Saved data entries
○ ○ ○
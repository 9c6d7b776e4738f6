//! Langevin ensembles on a surface U(x, y): first passage from a start point to a product
//! region, with the integrators, lanes, streams and outcomes of the line ([`super::engine`]), so
//! [`crate::stats::summarise`] gives the rate and MFPT with their intervals as in 1-D.
//!
//! Integrators (internal units, kT = 1, F = −∇U):
//! - BAOAB (Leimkuhler & Matthews, Appl. Math. Res. Express 2013, 34) with a diagonal mass
//!   (m_x, m_y) and a scalar friction rate γ, per coordinate k: B: v_k += dt F_k/(2m_k); A:
//!   x_k += dt v_k/2; O: v_k = c1 v_k + sqrt((1 − c1²)/m_k) R_k, c1 = e^{−γ dt} (exact); A; B.
//!   The overdamped limit has D = diag(1/(m_x γ), 1/(m_y γ)).
//! - Overdamped with a constant tensor D (symmetric positive definite):
//!   Euler–Maruyama x' = x + dt D F + sqrt(2 dt) L R (Ermak & McCammon, J. Chem. Phys. 69,
//!   1352 (1978): noise covariance 2 D dt; no divergence term for constant D), L Lᵀ = D by
//!   Cholesky; Leimkuhler–Matthews with the kick L (R_n + R_{n+1})/2 (Leimkuhler, Matthews &
//!   Stoltz, IMA J. Numer. Anal. 36, 13 (2016); a constant linear map of the noise keeps the
//!   scheme).
//!
//! Walls: the box reflects specularly per coordinate (x_k → 2·wall − x_k, v_k → −v_k), as on the
//! line. A step that ends on a forbidden point ([`PlaneForce::force`] gives `None`) is rejected:
//! the particle stays where it was, its velocity is reversed (underdamped; after the O-step) and
//! the old force is kept. Both rules keep e^{−U − m v²/2} unchanged where it is defined (the
//! Maxwell law is even in v), so the wall is reflecting; the rejection is accurate to O(sqrt(dt))
//! only in a boundary layer at the forbidden set, which matters only where e^{−U} is not
//! negligible there.
//!
//! Forces: [`SurfaceGrid`] tabulates U as a bicubic Hermite interpolant (values, gradient and the
//! mixed derivative U_xy at the nodes, all exact from the [`Surface`]; e.g. Press et al.,
//! Numerical Recipes, 3rd ed., §3.6) and returns minus its gradient: a conservative force, so the
//! simulated system samples e^{−Ũ} of the interpolant Ũ, with an O(h³) force error. The grid is
//! refined until the force error, measured against the exact gradient at four points of every
//! cell (where the derivative of the Hermite error peaks), is below [`FORCE_TOL_2D`] of the largest |∇U| on the allowed
//! nodes (the achieved bound is reported). A cell with a forbidden (or non-finite) corner is
//! forbidden as a whole, so the simulated forbidden set contains the surface's, widened by up to
//! one cell. [`ExactForce`] evaluates a closed form (e.g. Müller–Brown) directly.
//!
//! Streams: trajectory `index` draws from `seed::stream(seed, index)`: the Maxwell velocity
//! (x then y, underdamped), the first Gaussian pair (Leimkuhler–Matthews), then two Gaussians
//! (x, y) per step. The lanes ([`run_chunk`]) and the one-trajectory [`first_passage`] share
//! the move functions and give the same bits, for any thread count or chunking.

use super::engine::{BAOAB, BLOCK, EM, Kind, LANES, LM, block_outcome, kind_of, reflect};
use crate::potential::surface::{DiffusionTensor, Point, Rect, Surface};
use crate::seed::stream;
use crate::stats::Outcome;
use crate::theory::fv2d;
use rand::RngExt;
use rand_distr::StandardNormal;
use rand_pcg::Pcg64;
use std::sync::atomic::{AtomicBool, AtomicUsize, Ordering};
use thiserror::Error;
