impl MeanForce {
    /// The spline through rows (x, U, σ_U), x increasing; rows with a σ that is not positive
    /// and finite are left out. None with fewer than 4 rows left.
    pub fn from_rows(x: &[f64], u: &[f64], sigma: &[f64]) -> Option<Self> {
        let keep: Vec<usize> = (0..x.len())
            .filter(|&i| sigma[i].is_finite() && sigma[i] > 0.0 && u[i].is_finite())
            .collect();
        if keep.len() < 4 {
            return None;
        }
        let pick = |v: &[f64]| keep.iter().map(|&i| v[i]).collect::<Vec<f64>>();
        let (x, u, sigma) = (pick(x), pick(u), pick(sigma));
        let fit = smooth::fit(
            &x,
            &u,
            &sigma,
            smooth::Rule::Risk {
                correlation_length: 0.0,
            },
        );
        Some(Self {
            x,
            u: fit.values,
            m2: fit.curvatures,
            edf: fit.edf,
        })
    }

    /// From the observed free energy (the bins with a σ_U, as the written profile).
    pub fn from_free_energy(fe: &FreeEnergy) -> Option<Self> {
        let rows: Vec<(f64, f64, f64)> = fe
            .bins
            .iter()
            .filter_map(|b| b.sigma_u.map(|s| (b.x, b.u, s)))
            .collect();
        let col = |f: fn(&(f64, f64, f64)) -> f64| rows.iter().map(f).collect::<Vec<f64>>();
        Self::from_rows(&col(|r| r.0), &col(|r| r.1), &col(|r| r.2))
    }

    /// U′(x) in kT per length: the spline's slope, continued linearly beyond the end knots
    /// (natural ends: U″ = 0 there).
    pub fn derivative(&self, x: f64) -> f64 {
        let n = self.x.len();
        let i = self.x.partition_point(|&k| k <= x).clamp(1, n - 1) - 1;
        let (x0, x1) = (self.x[i], self.x[i + 1]);
        let h = x1 - x0;
        let (m0, m1) = (self.m2[i], self.m2[i + 1]);
        let slope = (self.u[i + 1] - self.u[i]) / h - (m1 - m0) * h / 6.0;
        let (a, b) = ((x1 - x).clamp(0.0, h), (x - x0).clamp(0.0, h));
        slope - m0 * a * a / (2.0 * h) + m1 * b * b / (2.0 * h)
    }

    /// The effective degrees of freedom of the spline (2: a straight line).
    pub fn edf(&self) -> f64 {
        self.edf
    }
}

/// Central-difference velocities (x_{n+1} − x_{n−1})/(2Δt) at samples 1..n−1 (two fewer than
/// the positions).
pub fn central_difference(x: &[f64], dt: f64) -> Vec<f64> {
    x.windows(3).map(|w| (w[2] - w[0]) / (2.0 * dt)).collect()
}

/// f(a) = 2(a − 1 + e^{−a})/a² at a = 2γΔt: ⟨v̂²⟩/⟨v²⟩ for central-difference velocities under
/// memoryless friction (see the module comment).
pub fn fd_factor(gamma_dt: f64) -> f64 {
    let a = 2.0 * gamma_dt;
    if a < 1e-4 {
        return 1.0 - a / 3.0 + a * a / 12.0;
    }
    2.0 * (a + (-a).exp_m1()) / (a * a)
}

/// Dot product with four accumulators (vectorises; the order is fixed, so results are too).
fn dot(a: &[f64], b: &[f64]) -> f64 {
    let mut s = [0.0; 4];
    let (ca, cb) = (a.chunks_exact(4), b.chunks_exact(4));
    let (ra, rb) = (ca.remainder(), cb.remainder());
    for (x, y) in ca.zip(cb) {
        for i in 0..4 {
            s[i] += x[i] * y[i];
        }
    }
    let tail: f64 = ra.iter().zip(rb).map(|(x, y)| x * y).sum();
    (s[0] + s[1]) + (s[2] + s[3]) + tail
}

/// Lag-product sums per block: `sums[b][k]` = Σ v_t v_{t+k} within block b, `pairs[b][k]` their
/// count; with a force series f_t = U′(x_t) beside the velocities, also `fsums[b][k]` =
/// Σ v_t f_{t+k} and `fneg[b]` = Σ v_{t+1} f_t (lag −1, for the central difference at 0).
struct Blocks<'a> {
    blocks: Vec<&'a [f64]>,
    forces: Vec<&'a [f64]>,
    sums: Vec<Vec<f64>>,
    fsums: Vec<Vec<f64>>,
    fneg: Vec<f64>,
    pairs: Vec<Vec<f64>>,
}

/// Cuts every trajectory into consecutive blocks of `len` samples (the last one of each takes
/// the rest).
fn cut<'a>(trajs: &[&'a [f64]], len: usize) -> Vec<&'a [f64]> {
    let mut blocks = Vec::new();
    for t in trajs {
        let nb = (t.len() / len).max(1);
        for b in 0..nb {
            let end = if b + 1 == nb { t.len() } else { (b + 1) * len };
            blocks.push(&t[b * len..end]);
        }
    }
    blocks
}

impl<'a> Blocks<'a> {
    fn new(trajs: &[&'a [f64]], forces: Option<&[&'a [f64]]>, len: usize) -> Self {
        let blocks = cut(trajs, len);
        let forces = forces.map_or_else(Vec::new, |f| cut(f, len));
        let n = blocks.len();
        let fneg = forces
            .iter()
            .zip(&blocks)
            .map(|(f, v)| dot(&f[..f.len().saturating_sub(1)], &v[1.min(v.len())..]))
            .collect();
        Self {
            blocks,
            forces,
            sums: vec![Vec::new(); n],
            fsums: vec![Vec::new(); n],
            fneg,
            pairs: vec![Vec::new(); n],
        }
    }

    /// Adds lag k = the current length, returning the pooled C(k).
    fn push_lag(&mut self) -> f64 {
        let k = self.sums[0].len();
        let (mut s, mut p) = (0.0, 0.0);
        for (b, v) in self.blocks.iter().enumerate() {
            let (sb, pb) = if v.len() > k {
                (dot(&v[..v.len() - k], &v[k..]), (v.len() - k) as f64)
            } else {
                (0.0, 0.0)
            };
            if let Some(f) = self.forces.get(b) {
                let fb = if v.len() > k {
                    dot(&v[..v.len() - k], &f[k..])
                } else {
                    0.0
                };
                self.fsums[b].push(fb);
            }
            self.sums[b].push(sb);
            self.pairs[b].push(pb);
            s += sb;
            p += pb;
        }
        if p > 0.0 { s / p } else { 0.0 }
    }

    /// The pooled lag sums under block weights `w`: C(k) and, with forces, G(k) = ⟨v_t f_{t+k}⟩
    /// for k < lags, G at lag −1 first (so G has lags + 1 entries, lag j at index j + 1).
    fn correlations(&self, w: &[f64], lags: usize) -> (Vec<f64>, Vec<f64>) {
        let mut c = Vec::with_capacity(lags);
        let mut g = Vec::new();
        if !self.forces.is_empty() {
            let (mut s, mut p) = (0.0, 0.0);
            for (b, &wb) in w.iter().enumerate() {
                s += wb * self.fneg[b];
                p += wb * self.pairs[b].get(1).copied().unwrap_or(0.0);
            }
            g.push(if p > 0.0 { s / p } else { 0.0 });
        }
        for k in 0..lags {
            let (mut s, mut sf, mut p) = (0.0, 0.0, 0.0);
            for (b, &wb) in w.iter().enumerate() {
                s += wb * self.sums[b][k];
                p += wb * self.pairs[b][k];
                if let Some(f) = self.fsums[b].get(k) {
                    sf += wb * f;
                }
            }
            let norm = |x: f64| if p > 0.0 { x / p } else { 0.0 };
            c.push(norm(s));
            if !self.forces.is_empty() {
                g.push(norm(sf));
            }
        }
        (c, g)
    }
}

/// Trapezoid ∫₀^{WΔt} C over lags 0..=w.
fn trapezoid(c: &[f64], w: usize, dt: f64) -> f64 {
    dt * (0.5 * c[0] + c[1..w].iter().sum::<f64>() + 0.5 * c[w])
}

/// The memory kernel K(nΔt), n < `lags`, from the VACF `c` (needs `lags + 1` values) by the
/// second-kind Volterra inversion of the module comment, with the force term `force[n]` =
/// d/dt ⟨U′(x(t)) v(0)⟩/m at t = nΔt (missing entries: 0, a free particle).
pub fn volterra_kernel(c: &[f64], dt: f64, force: &[f64], lags: usize) -> Vec<f64> {
    let lags = lags.min(c.len().saturating_sub(1));
    let at = |n: isize| c[n.unsigned_abs()];
    let d1: Vec<f64> = (0..lags as isize)
        .map(|n| (at(n + 1) - at(n - 1)) / (2.0 * dt))
        .collect();
    let mut k = Vec::with_capacity(lags);
    for n in 0..lags {
        let i = n as isize;
        let d2 = (at(i + 1) - 2.0 * at(i) + at(i - 1)) / (dt * dt);
        // trapezoid of ∫₀^t K(s) C′(t − s) ds; the K_n term carries C′(0) = 0
        let conv = if n == 0 {
            0.0
        } else {
            dt * (0.5 * k[0] * d1[n] + (1..n).map(|j| k[j] * d1[n - j]).sum::<f64>())
        };
        let f = force.get(n).copied().unwrap_or(0.0);
        k.push((-d2 - f - conv) / c[0]);
    }
    k
}

/// The force term of the inversion from G (lag −1 first, see [`Blocks::correlations`]) and the
/// mass: d/dt G(t)/m by central differences at lags 0..lags.
fn force_term(g: &[f64], m: f64, dt: f64, lags: usize) -> Vec<f64> {
    if g.is_empty() {
        return Vec::new();
    }
    (0..lags.min(g.len() - 2))
        .map(|n| (g[n + 2] - g[n]) / (2.0 * dt * m))
        .collect()
}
○ ○ ○
**WHAT THE EXERCISE ASKS:** Looking at the data above, return every line from the one with "(exact); A; B." down to the one with "non-finite) corner is", exactly and inclusively.

**EXPECTED OUTPUT:**
//!   x_k += dt v_k/2; O: v_k = c1 v_k + sqrt((1 − c1²)/m_k) R_k, c1 = e^{−γ dt} (exact); A; B.
//!   The overdamped limit has D = diag(1/(m_x γ), 1/(m_y γ)).
//! - Overdamped with a constant tensor D (symmetric positive definite):
//!   Euler–Maruyama x' = x + dt D F + sqrt(2 dt) L R (Ermak & McCammon, J. Chem. Phys. 69,
//!   1352 (1978): noise covariance 2 D dt; no divergence term for constant D), L Lᵀ = D by
//!   Cholesky; Leimkuhler–Matthews with the kick L (R_n + R_{n+1})/2 (Leimkuhler, Matthews &
//!   Stoltz, IMA J. Numer. Anal. 36, 13 (2016); a constant linear map of the noise keeps the
//!   scheme).
//!
//! Walls: the box reflects specularly per coordinate (x_k → 2·wall − x_k, v_k → −v_k), as on the
//! line. A step that ends on a forbidden point ([`PlaneForce::force`] gives `None`) is rejected:
//! the particle stays where it was, its velocity is reversed (underdamped; after the O-step) and
//! the old force is kept. Both rules keep e^{−U − m v²/2} unchanged where it is defined (the
//! Maxwell law is even in v), so the wall is reflecting; the rejection is accurate to O(sqrt(dt))
//! only in a boundary layer at the forbidden set, which matters only where e^{−U} is not
//! negligible there.
//!
//! Forces: [`SurfaceGrid`] tabulates U as a bicubic Hermite interpolant (values, gradient and the
//! mixed derivative U_xy at the nodes, all exact from the [`Surface`]; e.g. Press et al.,
//! Numerical Recipes, 3rd ed., §3.6) and returns minus its gradient: a conservative force, so the
//! simulated system samples e^{−Ũ} of the interpolant Ũ, with an O(h³) force error. The grid is
//! refined until the force error, measured against the exact gradient at four points of every
//! cell (where the derivative of the Hermite error peaks), is below [`FORCE_TOL_2D`] of the largest |∇U| on the allowed
//! nodes (the achieved bound is reported). A cell with a forbidden (or non-finite) corner is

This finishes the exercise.